Олег, до этого момента смирно и безмолвно подпиравший дверной косяк, подошел, заглянул за ширму и присвистнул:

— А тут что искали?

— Не ты ли искал? — резко повернулась к нему женщина. Александру взбесил шутливый и, как ей показалось, деланый тон гостя.

— Опять я виноват?!

— А помнишь, как ты в последний раз ко мне приходил, коньяк приносил, закуски? Разбудил меня и сказал, что дверь в мастерскую была открыта. Не помню, может, открыта, а может, и нет! Я в последнее время стала осторожнее, запираюсь. Так вот, мне тогда такой странный сон приснился… Сон и не сон. Будто кто-то копается за ширмой. Аккуратненько так, потихоньку.

— Ну и что?! — воскликнул Олег.

— Ты тогда за ширму заглядывал?

— Да зачем?! И что тут у тебя хранится, скажи на милость?

— Архив Альбины.

— На кой он мне?! — возмутился мужчина.

— Не знаю, — мрачно ответила художница. — А на кой черт тебе понадобилось вырезать заупокойные мессы из двух молитвенников, менять их местами и врать, что так и было?! Это ты тоже будешь отрицать?

Олег переменился в лице:

— Что за ерунда?!

И поскольку гость настаивал на том, что не знает ровным счетом ничего, Александра рассказала, как нашла второй молитвенник у Эрделя.

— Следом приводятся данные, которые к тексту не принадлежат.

package slab

import (
	"math"
	"math/cmplx"

	"betaloom/solvers"
)

// shape writes what the axial power says: its share in each layer and the width
// (int S)^2 / int S^2, with S = Re(weight) |psi|^2, weight 1 or n/eps_y.
func shape[T scalar](o *output, q *line[T], n complex128, m *solvers.Mode) {
	var one, two float64
	put := func(layer, twin int, c *coefs[T], i2, i4 float64) {
		s := 1.0
		if q.tm {
			s = real(n * widen(c.b[0]))
		}
		one += s * i2
		two += s * s * i4
		if twin >= 0 {
			i2 /= 2
			m.Confinement[twin] += s * i2
		}
		m.Confinement[layer] += s * i2
	}
	for i := range q.films {
		f := &q.films[i]
		i2, i4 := q.moments(i)
		put(f.layer, f.twin, &f.live, i2, i4)
	}
	for i := range q.ends {
		if e := &q.ends[i]; e.closure == open {
			g := 2 * re(q.rates[i])
			v := modulus(q.edges[i])
			put(e.layer, e.twin, &e.live, v*v/g, v*v*v*v/(2*g))
		}
	}
	for i := range m.Confinement {
		m.Confinement[i] /= one
	}
	m.Weff = one * one / (two * o.k)
	if q.mirror {
		m.Weff *= 2
	}
}

// sampled is how much of the films' extent a signature shows beyond each
// open face.
const sampled = 0.25

// sample writes the signature: psi at sixteen places, evenly spread over
// the films' extent and a quarter of it more on each open side (over one reduced wavelength
// where there is no film), in units that make the sum of squares one.
// psi is positive at the lowest end, where it has no node; a lossy mode is
// first turned in phase until the sum of psi^2 is real and positive.
func sample[T scalar](o *output, q *line[T], p *pick, m *solvers.Mode) {
	var v [16]complex128
	total := o.total
	if total == 0 {
		total = 1
	}
	lo, hi := 0.0, total
	if !o.stack.GroundBottom {
		lo -= sampled * total
	}
	if !o.stack.GroundTop {
		hi += sampled * total
	}
	var squares complex128
	for i := range v {
		y := lo + (hi-lo)*(float64(i)+0.5)/16
		v[i] = widen(q.psi(y, o.total, p.odd))
		squares += v[i] * v[i]
	}
	foot := widen(q.foot)
	turn := complex(1, 0)
	if imag(squares) != 0 {
		turn = 1 / cmplx.Sqrt(squares)
	}
	if real(turn*foot) < 0 {
		turn = -turn
	}
	norm := 0.0
	for i := range v {
		v[i] *= turn
		norm += real(v[i]) * real(v[i])
	}
	norm = 1 / math.Sqrt(norm)
	for i := range v {
		m.Signature[i] = float32(real(v[i]) * norm)
	}
}

// psi is the field at y over 1/k, from the lowest film's lower face.
func (q *line[T]) psi(y, total float64, odd bool) T {
	if q.mirror && y > total/2 {
		v := q.psi(total-y, total, odd)
		if odd {
			return -v
		}
		return v
	}
	y -= q.origin
	if y < 0 {
		return q.edges[0] * exp(q.rates[0]*num[T](y))
	}
	for i := range q.films {
		f := &q.films[i]
		if y > f.d && (i+1 < len(q.films) || q.ends[1].closure == open) {
			y -= f.d
			continue
		}
		if i >= q.meets {
			y = f.d - y
		}
		return q.faces[i].at(y, q.z[i][0], f.d)
	}
	return q.edges[1] * exp(-q.rates[1]*num[T](y))
}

— Это была случайность! — кричала она, не владея собой от гнева и возбуждения. — Иначе я бы по сей день считала, что у меня на руках оказался молитвенник леди Джейн Грей! Срам! Просто срам! Я же не специалист в этих вопросах! Я не знала, где и как рисуется святой покровитель, что допустимо, а чего не может быть никогда! И хотя ты сам мне объяснял, что леди Джейн Грей стояла во главе заговорщицкой протестантской партии, я все равно поверила, что, выходя замуж, она следовала старым католическим традициям! Когда человек лжет так авторитетно, ему верят! Счастье, что я встретила Эрделя!

— Счастье?! — Буханков тоже сорвался на крик. — Хорошенькое счастье! Он жулик! Я ведь предупреждал, чтобы ты не верила ему!

— Да ты потому и наговаривал на него, чтобы я ничего не узнала о твоих махинациях! Евгений Игоревич честный человек! Я давно его знаю!

— А меня недавно?!

— Тебя… Тебя я не знаю совсем!

Переведя дух, Александра затолкала тетради Альбины в чемодан и защелкнула замки. Она все еще не понимала, какую ценность мог представлять для постороннего человека архив, но все же решила не искушать судьбу и отнести чемодан к Стасу.

— Чудесно… — бормотал Олег, топтавшийся рядом и очень ей мешавший. — Значит, Эрдель свой в доску, а я — проходимец?!

— Именно так. — Александра копалась в сумке, в последний раз проверяя, все ли взяла. — Зачем ты порезал молитвенники? Из двух нормальных сделал два порченых! С какой целью?!

— Ты сошла с ума, — проговорил мужчина, следя за ее порывистыми движениями. — Не было никакого второго молитвенника. Никогда не было. Был только один. Откуда он у меня, я уже рассказывал. И пусть он не принадлежит леди Джейн Грей — ведь это была только версия… Я и сейчас от нее отказываться не собираюсь.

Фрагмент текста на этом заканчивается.